Having another person involved in the songwriting process can act as a built-in quality control mechanism. They can provide constructive criticism and help identify areas of the song that need improvement.

This second set of ears is invaluable for catching mistakes that you may overlook or getting an objective opinion on whether certain parts of the song work well. This can lead to the creation of higher-quality songs.

  1. You have someone else to support you emotionally:

Songwriting is an emotional journey. It involves pouring your heart and soul into creating something deeply personal. Having a collaborator during this process means having someone who understands the highs and lows you’re experiencing.

They can provide support when you’re feeling stuck or doubtful, and they can share in the joy when you’ve created something you’re proud of. This emotional support can be incredibly valuable in making the songwriting process a more positive and rewarding experience.

  1. Creative synergy is more dynamic:

Collaboration can lead to a phenomenon known as creative synergy, where the combined creative output of the collaborators is greater than the sum of their individual outputs.

When two or more songwriters blend their creative energies, they can come up with unique and innovative ideas that they might not have thought of individually. This creative synergy can lead to the creation of distinctive and impactful songs that stand out from the crowd.

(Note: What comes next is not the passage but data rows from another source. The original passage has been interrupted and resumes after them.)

#include "harness/record/run_progress_json.h"

#include <fmt/format.h>

namespace gatedyno {

NLOHMANN_DEFINE_TYPE_NON_INTRUSIVE(JobCounts, wanted, reused, simulated, failed)
NLOHMANN_DEFINE_TYPE_NON_INTRUSIVE(
    RunProgress, jobs, expected_jobs, arcs_ended, arcs, current)

nlohmann::json RunProgressToJson(const RunProgress& progress) {
  return progress;
}

Result<RunProgress> RunProgressFromJson(const nlohmann::json& json) {
  try {
    return json.get<RunProgress>();
  } catch (const nlohmann::json::exception& thrown) {
    return Internal(fmt::format("not a run's progress: {}", thrown.what()));
  }
}

}  // namespace gatedyno
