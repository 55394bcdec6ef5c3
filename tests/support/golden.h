// Texts we emit, held against files of tests/golden/.
//
// Re-approve after a change that is meant:
//   GATEDYNO_APPROVE=1 ctest --preset dev -R Golden; git diff tests/golden

#ifndef GATEDYNO_TESTS_SUPPORT_GOLDEN_H_
#define GATEDYNO_TESTS_SUPPORT_GOLDEN_H_

#include <cstdlib>
#include <filesystem>
#include <string>

#include <gtest/gtest.h>

#include "harness/base/file.h"

namespace gatedyno {

// Replaces every `from` by `to`: what differs from machine to machine.
inline std::string Masked(std::string text,
                          const std::string& from,
                          const std::string& to) {
  for (size_t at = text.find(from); at != std::string::npos;
       at = text.find(from, at + to.size())) {
    text.replace(at, from.size(), to);
  }
  return text;
}

inline void ExpectGolden(const std::string& name, const std::string& text) {
  const std::filesystem::path file =
      std::filesystem::path(GATEDYNO_SOURCE_DIR) / "tests/golden" / name;
  // Nothing else of a test program changes the environment.
  if (std::getenv("GATEDYNO_APPROVE") != nullptr) {  // NOLINT(concurrency-*)
    const Status written = WriteFile(file, text);
    ASSERT_TRUE(written.ok()) << written.error().message;
    return;
  }
  const Result<std::string> golden = ReadFile(file);
  ASSERT_TRUE(golden.ok()) << golden.error().message;
  EXPECT_EQ(text, *golden) << "differs from " << file;
}

}  // namespace gatedyno

#endif  // GATEDYNO_TESTS_SUPPORT_GOLDEN_H_
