// The command `gatedyno task` alone, for the farm's tests: the rest of the
// program has no part in a task.

#include <CLI/CLI.hpp>
#include <fmt/format.h>

#include "harness/cli/commands.h"

int main(int argc, char** argv) {
  using namespace gatedyno;
  CLI::App app("", "gatedyno");
  const Command command = TaskCommand();
  CLI::App* sub = app.add_subcommand(command.name, command.summary);
  const Action action = command.add(*sub);
  CLI11_PARSE(app, argc, argv);
  const Result<ExitCode> done = action();
  if (!done.ok()) {
    fmt::print(stderr, "gatedyno: {}\n", done.error().message);
    return ExitCodeOf(done.error());
  }
  return *done;
}
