// The hand numbers of an arc, and the line fitted through its points.

#ifndef GATEDYNO_RECORD_LINE_H_
#define GATEDYNO_RECORD_LINE_H_

#include <optional>
#include <string>

namespace gatedyno {

// Hand numbers of one arc.  d = g * h + p, in units of tau; p in units of the
// inverter's parasitic delay p_inv.
struct Estimate {
  double effort = 0.0;               // g, relative to the edge's reference
                                     // inverter.
  double parasitic_by_nodes = 0.0;   // p by the drain width on the output.
  double parasitic_by_elmore = 0.0;  // p with internal nets, by Elmore.
  // Set where the pin's first stage is not the one that drives the output: its
  // own stage effort, which the netlist fixes.  Unset, the first stage's effort
  // is effort * h.  It is what the driving stages match.
  std::optional<double> fixed_first_effort;
  // The part of both p that is effort at loads inside the cell: in units of
  // tau, not of p_inv.  p in tau = (p - inner_effort) * p_inv + inner_effort.
  double inner_effort = 0.0;
};

// What one job measured, at one fanout.
struct Point {
  double fanout = 0.0;
  double delay_s = 0.0;
  double input_transition_s = 0.0;   // 20-80 %, raw (not scaled to 0-100).
  double output_transition_s = 0.0;  // 20-80 %, raw.
  std::string job_key = {};          // Of the job that measured it.
};

// delay_s = slope_s * fanout + intercept_s.
struct Line {
  double slope_s = 0.0;
  double intercept_s = 0.0;
  // Standard uncertainties, one sigma, and the covariance of slope and
  // intercept: the residuals' and the simulator's numerical error.  None for
  // two points: any two lie on a line, so they say nothing of the former.
  std::optional<double> slope_u_s = std::nullopt;
  std::optional<double> intercept_u_s = std::nullopt;
  std::optional<double> covariance_s2 = std::nullopt;
  double largest_residual_s = 0.0;
  int points = 0;
};

// A number and its standard uncertainty (one sigma); none when unknown.
struct Measured {
  double value = 0.0;
  std::optional<double> u = std::nullopt;
};

}  // namespace gatedyno

#endif  // GATEDYNO_RECORD_LINE_H_
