#include "harness/record/circuit_json.h"

#include <cstddef>
#include <stdexcept>

#include <fmt/format.h>

namespace gatedyno {

NLOHMANN_DEFINE_TYPE_NON_INTRUSIVE(
    CircuitDevice, name, p_type, gate, drain, source, width_m, length_m)
NLOHMANN_DEFINE_TYPE_NON_INTRUSIVE(CircuitStage, outputs, devices)
NLOHMANN_DEFINE_TYPE_NON_INTRUSIVE(Circuit, power, ground, devices, stages)

nlohmann::json CircuitToJson(const Circuit& circuit) {
  return circuit;
}

Circuit ReadCircuit(const nlohmann::json& from) {
  auto circuit = from.get<Circuit>();
  for (const CircuitStage& stage : circuit.stages) {
    for (const size_t device : stage.devices) {
      if (device >= circuit.devices.size()) {
        throw std::out_of_range(fmt::format(
            "a stage has device {} of {}", device, circuit.devices.size()));
      }
    }
  }
  return circuit;
}

}  // namespace gatedyno
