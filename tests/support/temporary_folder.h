// A folder that goes with the test.

#ifndef GATEDYNO_TESTS_SUPPORT_TEMPORARY_FOLDER_H_
#define GATEDYNO_TESTS_SUPPORT_TEMPORARY_FOLDER_H_

#include <cstdlib>
#include <filesystem>
#include <fstream>
#include <string>
#include <string_view>

namespace gatedyno {

class TemporaryFolder {
 public:
  TemporaryFolder()
      : path_((std::filesystem::temp_directory_path() / "gatedyno-test-XXXXXX")
                  .string()) {
    if (::mkdtemp(path_.data()) == nullptr) {
      std::abort();
    }
  }
  ~TemporaryFolder() {
    std::error_code ignored;
    std::filesystem::remove_all(path_, ignored);
  }
  TemporaryFolder(const TemporaryFolder&) = delete;
  TemporaryFolder& operator=(const TemporaryFolder&) = delete;

  std::filesystem::path path() const { return path_; }

  std::filesystem::path Write(std::string_view name, std::string_view text) {
    std::filesystem::path file = path() / name;
    std::ofstream(file) << text;
    return file;
  }

  // A shell script that can be run as a program.
  std::filesystem::path WriteScript(std::string_view name,
                                    std::string_view body) {
    std::filesystem::path file = Write(name, "#!/bin/sh\n" + std::string(body));
    std::filesystem::permissions(file, std::filesystem::perms::owner_all);
    return file;
  }

 private:
  std::string path_;
};

}  // namespace gatedyno

#endif  // GATEDYNO_TESTS_SUPPORT_TEMPORARY_FOLDER_H_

  1. You can share in each others success:

When a song you’ve collaborated on does well, the joy of success is shared. This shared success can provide a strong motivational boost and a sense of achievement.

It’s a testament to the value of your collaborative efforts and the power of teamwork. This shared success can also strengthen your collaborative relationship and inspire you to continue working together on future projects.

  1. You can improve your negotiation and communication skills:

Collaboration necessitates open and honest communication. You’ll need to discuss ideas, provide and accept feedback, and sometimes make compromises.

These interactions can significantly improve your communication and negotiation skills. These are valuable skills not only in songwriting but also in many other aspects of your professional and personal life.

  1. You can (at least) double your audience reach:

Different songwriters often have different followers or fan bases. When you collaborate, you have the opportunity to introduce your music to your collaborator’s audience and vice versa.

This can lead to increased exposure and potentially broaden your fan base. It’s a win-win situation, where both you and your collaborator gain increased visibility and reach a larger audience.

What if your can’t collaborate in person?

Well, with technology the way it is today, collaborators don’t even have to be in the same room, even in the same town or even country because you can use online services like Google Docs, Skype or Zoom to write with others plus, there are also collaboration websites such as Kompoz, SoundTrap and BandLab that can be used as well.

I’ve personally used these services and websites in the past and there are some songs that I’m very proud of have been written in this way.

One of THE most important thing about working with a collaborator is to have open and honest communication with each other especially after the song is written and it’s time to work out the songwriting percentages because there’s nothing that destroys a song collaboration team faster than the feeling that credit is not being given where it’s due.

So, if you are feeling like your songwriting is in a bit of a rut, go and write with other people for a while, you wont regret it and you might get some pretty amazing songs that you would not have thought of writing out of the experience.